WHAT THE TASK REQUIRES -> When the line containing "let request: ShapeRequest" is reached, include it and end there; set down verbatim every line before it, starting at the top of the records.
(Beginning of MATERIAL PROVIDED)
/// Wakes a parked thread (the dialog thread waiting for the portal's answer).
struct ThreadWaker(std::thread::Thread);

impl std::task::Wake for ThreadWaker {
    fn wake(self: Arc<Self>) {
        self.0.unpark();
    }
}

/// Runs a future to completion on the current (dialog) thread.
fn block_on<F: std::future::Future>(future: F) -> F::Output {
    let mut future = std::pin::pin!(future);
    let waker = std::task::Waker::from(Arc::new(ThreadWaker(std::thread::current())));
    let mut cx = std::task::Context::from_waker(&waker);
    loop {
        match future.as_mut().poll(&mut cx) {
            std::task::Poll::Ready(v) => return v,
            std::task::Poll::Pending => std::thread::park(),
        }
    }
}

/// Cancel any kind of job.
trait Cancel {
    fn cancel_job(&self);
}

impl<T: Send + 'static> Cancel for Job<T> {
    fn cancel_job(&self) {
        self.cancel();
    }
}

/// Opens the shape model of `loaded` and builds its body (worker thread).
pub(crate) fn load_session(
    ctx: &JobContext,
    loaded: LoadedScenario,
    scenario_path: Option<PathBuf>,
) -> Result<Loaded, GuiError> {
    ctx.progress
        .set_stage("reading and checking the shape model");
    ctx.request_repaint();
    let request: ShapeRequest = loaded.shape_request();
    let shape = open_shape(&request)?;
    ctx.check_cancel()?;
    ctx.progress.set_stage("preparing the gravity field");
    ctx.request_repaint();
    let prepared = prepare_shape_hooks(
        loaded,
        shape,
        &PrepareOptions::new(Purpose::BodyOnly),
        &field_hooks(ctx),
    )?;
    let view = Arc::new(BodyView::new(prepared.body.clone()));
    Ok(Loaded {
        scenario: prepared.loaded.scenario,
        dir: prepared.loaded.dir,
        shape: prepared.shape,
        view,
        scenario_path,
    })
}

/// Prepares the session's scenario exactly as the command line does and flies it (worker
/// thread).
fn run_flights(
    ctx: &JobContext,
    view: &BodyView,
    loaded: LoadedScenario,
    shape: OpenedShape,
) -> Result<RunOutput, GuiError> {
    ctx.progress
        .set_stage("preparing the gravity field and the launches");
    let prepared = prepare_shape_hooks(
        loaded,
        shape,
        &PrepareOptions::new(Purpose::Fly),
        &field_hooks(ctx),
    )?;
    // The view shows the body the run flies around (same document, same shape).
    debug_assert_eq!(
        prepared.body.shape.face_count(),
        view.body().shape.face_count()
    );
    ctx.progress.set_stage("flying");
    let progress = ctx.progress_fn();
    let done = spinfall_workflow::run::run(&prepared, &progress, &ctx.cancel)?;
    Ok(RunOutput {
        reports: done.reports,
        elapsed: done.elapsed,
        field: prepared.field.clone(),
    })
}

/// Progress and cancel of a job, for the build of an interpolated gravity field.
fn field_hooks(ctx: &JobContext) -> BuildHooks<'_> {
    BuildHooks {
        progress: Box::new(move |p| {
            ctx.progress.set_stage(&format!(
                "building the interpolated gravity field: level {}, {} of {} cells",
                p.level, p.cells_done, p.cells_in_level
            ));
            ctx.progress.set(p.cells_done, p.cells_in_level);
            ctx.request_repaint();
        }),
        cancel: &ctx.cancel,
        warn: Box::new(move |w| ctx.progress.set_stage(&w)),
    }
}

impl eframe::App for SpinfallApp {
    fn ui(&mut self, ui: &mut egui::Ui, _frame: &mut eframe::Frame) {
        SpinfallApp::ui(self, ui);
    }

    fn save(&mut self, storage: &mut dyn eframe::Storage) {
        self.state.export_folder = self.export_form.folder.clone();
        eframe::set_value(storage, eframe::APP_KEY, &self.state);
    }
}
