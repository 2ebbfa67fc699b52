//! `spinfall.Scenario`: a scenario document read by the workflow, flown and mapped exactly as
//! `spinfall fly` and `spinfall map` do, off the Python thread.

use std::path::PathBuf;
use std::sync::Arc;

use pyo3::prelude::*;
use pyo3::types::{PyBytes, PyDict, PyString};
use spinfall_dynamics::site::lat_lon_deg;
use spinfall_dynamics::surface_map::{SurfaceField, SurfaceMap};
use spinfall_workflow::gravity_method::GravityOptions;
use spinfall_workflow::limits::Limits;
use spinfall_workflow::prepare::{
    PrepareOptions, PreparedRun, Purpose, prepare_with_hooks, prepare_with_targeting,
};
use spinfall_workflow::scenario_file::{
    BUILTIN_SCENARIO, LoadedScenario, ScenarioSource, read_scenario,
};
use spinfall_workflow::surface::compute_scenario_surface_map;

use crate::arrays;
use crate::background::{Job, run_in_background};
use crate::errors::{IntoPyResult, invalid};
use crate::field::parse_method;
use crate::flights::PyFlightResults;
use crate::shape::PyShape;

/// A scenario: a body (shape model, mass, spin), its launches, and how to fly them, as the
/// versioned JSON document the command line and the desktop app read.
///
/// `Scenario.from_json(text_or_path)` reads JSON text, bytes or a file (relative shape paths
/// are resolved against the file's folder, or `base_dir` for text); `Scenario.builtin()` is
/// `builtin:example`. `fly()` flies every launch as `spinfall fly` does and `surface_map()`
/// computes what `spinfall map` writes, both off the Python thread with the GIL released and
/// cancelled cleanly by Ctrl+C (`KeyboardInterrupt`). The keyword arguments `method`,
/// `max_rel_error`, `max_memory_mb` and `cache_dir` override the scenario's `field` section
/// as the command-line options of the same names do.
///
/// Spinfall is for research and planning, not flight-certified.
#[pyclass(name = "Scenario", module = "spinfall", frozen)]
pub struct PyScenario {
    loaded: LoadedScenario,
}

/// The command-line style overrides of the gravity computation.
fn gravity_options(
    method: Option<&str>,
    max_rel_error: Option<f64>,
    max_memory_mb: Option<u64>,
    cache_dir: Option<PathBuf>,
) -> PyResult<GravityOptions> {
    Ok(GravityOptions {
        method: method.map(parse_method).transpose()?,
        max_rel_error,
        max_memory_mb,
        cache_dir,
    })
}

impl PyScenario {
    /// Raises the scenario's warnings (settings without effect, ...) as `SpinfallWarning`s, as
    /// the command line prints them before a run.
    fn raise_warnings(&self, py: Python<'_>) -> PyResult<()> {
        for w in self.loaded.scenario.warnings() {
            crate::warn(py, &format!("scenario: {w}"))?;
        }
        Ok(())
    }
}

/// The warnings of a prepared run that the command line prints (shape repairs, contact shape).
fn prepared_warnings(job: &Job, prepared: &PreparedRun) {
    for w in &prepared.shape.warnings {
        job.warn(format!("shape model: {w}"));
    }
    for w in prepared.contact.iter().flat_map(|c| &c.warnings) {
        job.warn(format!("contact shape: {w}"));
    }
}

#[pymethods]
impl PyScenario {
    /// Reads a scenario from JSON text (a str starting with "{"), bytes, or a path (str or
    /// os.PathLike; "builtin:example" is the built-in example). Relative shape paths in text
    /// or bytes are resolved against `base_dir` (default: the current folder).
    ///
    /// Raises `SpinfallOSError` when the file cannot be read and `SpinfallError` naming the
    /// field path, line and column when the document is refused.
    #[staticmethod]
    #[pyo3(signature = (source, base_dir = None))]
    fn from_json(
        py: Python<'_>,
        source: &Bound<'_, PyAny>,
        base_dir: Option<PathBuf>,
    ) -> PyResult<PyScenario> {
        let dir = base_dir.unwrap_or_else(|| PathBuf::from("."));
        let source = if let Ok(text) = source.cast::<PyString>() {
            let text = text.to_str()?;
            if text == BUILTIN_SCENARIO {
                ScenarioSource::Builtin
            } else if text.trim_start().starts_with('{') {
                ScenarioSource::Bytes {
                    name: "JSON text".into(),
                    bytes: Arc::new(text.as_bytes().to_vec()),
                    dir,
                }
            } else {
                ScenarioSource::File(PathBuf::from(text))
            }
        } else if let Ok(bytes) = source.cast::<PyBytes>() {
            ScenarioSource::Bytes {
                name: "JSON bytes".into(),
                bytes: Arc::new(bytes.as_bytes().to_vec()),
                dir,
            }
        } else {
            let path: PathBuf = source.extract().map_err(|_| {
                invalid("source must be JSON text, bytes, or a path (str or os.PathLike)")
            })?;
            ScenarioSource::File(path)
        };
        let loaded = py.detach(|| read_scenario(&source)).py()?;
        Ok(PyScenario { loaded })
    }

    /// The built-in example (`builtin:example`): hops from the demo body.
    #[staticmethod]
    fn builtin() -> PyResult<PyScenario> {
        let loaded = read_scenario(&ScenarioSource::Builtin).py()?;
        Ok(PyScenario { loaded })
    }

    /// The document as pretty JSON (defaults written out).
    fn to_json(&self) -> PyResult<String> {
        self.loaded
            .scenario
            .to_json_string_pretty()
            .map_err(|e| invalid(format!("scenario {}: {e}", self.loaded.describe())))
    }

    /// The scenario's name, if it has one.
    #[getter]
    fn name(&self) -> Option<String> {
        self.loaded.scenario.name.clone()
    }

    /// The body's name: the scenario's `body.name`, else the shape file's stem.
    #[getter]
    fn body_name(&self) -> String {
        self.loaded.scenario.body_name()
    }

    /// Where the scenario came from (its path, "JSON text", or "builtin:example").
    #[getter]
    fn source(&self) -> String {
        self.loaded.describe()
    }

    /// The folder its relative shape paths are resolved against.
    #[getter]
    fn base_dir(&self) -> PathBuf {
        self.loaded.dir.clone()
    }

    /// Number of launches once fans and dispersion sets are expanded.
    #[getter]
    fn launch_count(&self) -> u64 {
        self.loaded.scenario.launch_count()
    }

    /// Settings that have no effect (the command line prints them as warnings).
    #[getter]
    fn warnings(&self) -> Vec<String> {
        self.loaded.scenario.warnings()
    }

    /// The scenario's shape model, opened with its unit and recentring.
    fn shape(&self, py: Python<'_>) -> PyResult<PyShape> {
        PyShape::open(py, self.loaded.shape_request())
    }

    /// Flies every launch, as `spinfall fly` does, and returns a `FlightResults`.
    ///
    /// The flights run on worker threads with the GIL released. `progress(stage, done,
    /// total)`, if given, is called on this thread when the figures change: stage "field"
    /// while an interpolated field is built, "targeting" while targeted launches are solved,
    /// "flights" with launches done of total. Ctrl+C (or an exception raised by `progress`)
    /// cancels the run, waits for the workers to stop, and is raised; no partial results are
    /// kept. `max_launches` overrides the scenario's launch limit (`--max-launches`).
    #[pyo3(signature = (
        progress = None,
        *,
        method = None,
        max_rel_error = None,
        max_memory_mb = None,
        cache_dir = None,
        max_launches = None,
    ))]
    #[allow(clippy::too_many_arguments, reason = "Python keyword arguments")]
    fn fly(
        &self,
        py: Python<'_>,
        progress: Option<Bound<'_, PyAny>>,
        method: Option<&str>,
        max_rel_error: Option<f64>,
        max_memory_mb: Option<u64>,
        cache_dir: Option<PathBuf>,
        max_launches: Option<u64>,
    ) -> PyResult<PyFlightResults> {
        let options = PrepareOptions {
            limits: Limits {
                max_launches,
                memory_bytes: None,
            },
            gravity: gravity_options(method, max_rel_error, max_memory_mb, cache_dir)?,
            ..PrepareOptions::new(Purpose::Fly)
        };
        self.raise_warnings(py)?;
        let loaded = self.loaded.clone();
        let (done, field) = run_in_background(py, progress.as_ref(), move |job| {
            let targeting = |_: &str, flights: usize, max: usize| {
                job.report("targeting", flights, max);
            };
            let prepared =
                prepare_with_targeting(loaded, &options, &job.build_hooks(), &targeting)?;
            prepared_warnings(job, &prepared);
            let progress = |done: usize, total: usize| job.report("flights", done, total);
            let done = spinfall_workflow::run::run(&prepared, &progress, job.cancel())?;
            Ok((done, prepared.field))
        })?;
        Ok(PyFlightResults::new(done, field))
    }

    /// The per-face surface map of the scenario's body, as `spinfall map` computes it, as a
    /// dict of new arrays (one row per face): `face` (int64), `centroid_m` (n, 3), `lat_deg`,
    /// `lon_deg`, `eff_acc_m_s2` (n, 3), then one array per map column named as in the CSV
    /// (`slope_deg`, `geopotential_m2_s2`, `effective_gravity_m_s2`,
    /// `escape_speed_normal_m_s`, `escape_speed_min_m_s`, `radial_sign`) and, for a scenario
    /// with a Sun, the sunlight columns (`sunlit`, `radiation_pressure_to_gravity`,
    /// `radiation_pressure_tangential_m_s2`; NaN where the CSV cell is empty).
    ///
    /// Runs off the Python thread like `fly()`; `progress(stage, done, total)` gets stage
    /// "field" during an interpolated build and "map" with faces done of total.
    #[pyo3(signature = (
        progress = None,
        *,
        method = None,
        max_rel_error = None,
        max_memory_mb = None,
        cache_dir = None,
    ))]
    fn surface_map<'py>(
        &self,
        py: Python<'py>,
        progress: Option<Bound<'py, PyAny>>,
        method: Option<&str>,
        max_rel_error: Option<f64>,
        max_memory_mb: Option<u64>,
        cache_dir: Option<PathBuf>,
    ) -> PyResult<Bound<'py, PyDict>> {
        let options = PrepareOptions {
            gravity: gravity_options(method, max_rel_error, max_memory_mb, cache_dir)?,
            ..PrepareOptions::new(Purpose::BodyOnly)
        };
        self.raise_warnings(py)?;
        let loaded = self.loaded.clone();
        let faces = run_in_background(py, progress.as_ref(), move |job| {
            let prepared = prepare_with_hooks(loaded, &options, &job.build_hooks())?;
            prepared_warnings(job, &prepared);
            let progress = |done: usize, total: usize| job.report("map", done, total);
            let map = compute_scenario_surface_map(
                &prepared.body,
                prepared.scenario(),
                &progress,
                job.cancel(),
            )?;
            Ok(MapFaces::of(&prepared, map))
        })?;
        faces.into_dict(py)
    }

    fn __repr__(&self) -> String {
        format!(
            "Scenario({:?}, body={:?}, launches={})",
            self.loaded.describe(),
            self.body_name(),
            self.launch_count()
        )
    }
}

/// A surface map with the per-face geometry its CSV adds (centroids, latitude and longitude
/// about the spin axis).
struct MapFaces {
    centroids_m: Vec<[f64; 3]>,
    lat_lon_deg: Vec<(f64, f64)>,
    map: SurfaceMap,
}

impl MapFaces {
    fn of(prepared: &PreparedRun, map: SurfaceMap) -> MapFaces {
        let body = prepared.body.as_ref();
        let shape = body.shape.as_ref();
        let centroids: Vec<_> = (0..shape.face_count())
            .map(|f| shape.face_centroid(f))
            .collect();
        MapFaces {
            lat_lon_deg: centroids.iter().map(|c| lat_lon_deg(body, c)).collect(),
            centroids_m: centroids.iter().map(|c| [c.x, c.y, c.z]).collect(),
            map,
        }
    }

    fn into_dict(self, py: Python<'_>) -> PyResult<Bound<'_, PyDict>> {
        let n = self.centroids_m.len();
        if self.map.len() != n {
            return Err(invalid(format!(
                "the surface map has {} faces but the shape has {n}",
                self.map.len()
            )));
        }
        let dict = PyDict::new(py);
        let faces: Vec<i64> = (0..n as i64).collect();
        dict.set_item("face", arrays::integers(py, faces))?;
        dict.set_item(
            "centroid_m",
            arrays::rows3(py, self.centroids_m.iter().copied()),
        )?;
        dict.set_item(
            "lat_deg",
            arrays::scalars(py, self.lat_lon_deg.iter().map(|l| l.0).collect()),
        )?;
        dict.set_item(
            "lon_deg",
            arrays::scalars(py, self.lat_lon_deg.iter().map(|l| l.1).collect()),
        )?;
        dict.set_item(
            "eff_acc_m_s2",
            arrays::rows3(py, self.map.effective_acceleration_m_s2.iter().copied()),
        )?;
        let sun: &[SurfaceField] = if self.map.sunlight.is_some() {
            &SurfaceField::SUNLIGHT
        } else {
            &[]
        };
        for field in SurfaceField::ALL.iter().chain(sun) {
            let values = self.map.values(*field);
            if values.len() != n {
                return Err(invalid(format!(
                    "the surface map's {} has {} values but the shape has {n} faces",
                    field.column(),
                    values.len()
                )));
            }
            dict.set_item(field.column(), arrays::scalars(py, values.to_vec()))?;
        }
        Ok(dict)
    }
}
(End of MATERIAL PROVIDED)
RESULT ->
/// Wakes a parked thread (the dialog thread waiting for the portal's answer).
struct ThreadWaker(std::thread::Thread);

impl std::task::Wake for ThreadWaker {
    fn wake(self: Arc<Self>) {
        self.0.unpark();
    }
}

/// Runs a future to completion on the current (dialog) thread.
fn block_on<F: std::future::Future>(future: F) -> F::Output {
    let mut future = std::pin::pin!(future);
    let waker = std::task::Waker::from(Arc::new(ThreadWaker(std::thread::current())));
    let mut cx = std::task::Context::from_waker(&waker);
    loop {
        match future.as_mut().poll(&mut cx) {
            std::task::Poll::Ready(v) => return v,
            std::task::Poll::Pending => std::thread::park(),
        }
    }
}

/// Cancel any kind of job.
trait Cancel {
    fn cancel_job(&self);
}

impl<T: Send + 'static> Cancel for Job<T> {
    fn cancel_job(&self) {
        self.cancel();
    }
}

/// Opens the shape model of `loaded` and builds its body (worker thread).
pub(crate) fn load_session(
    ctx: &JobContext,
    loaded: LoadedScenario,
    scenario_path: Option<PathBuf>,
) -> Result<Loaded, GuiError> {
    ctx.progress
        .set_stage("reading and checking the shape model");
    ctx.request_repaint();
    let request: ShapeRequest = loaded.shape_request();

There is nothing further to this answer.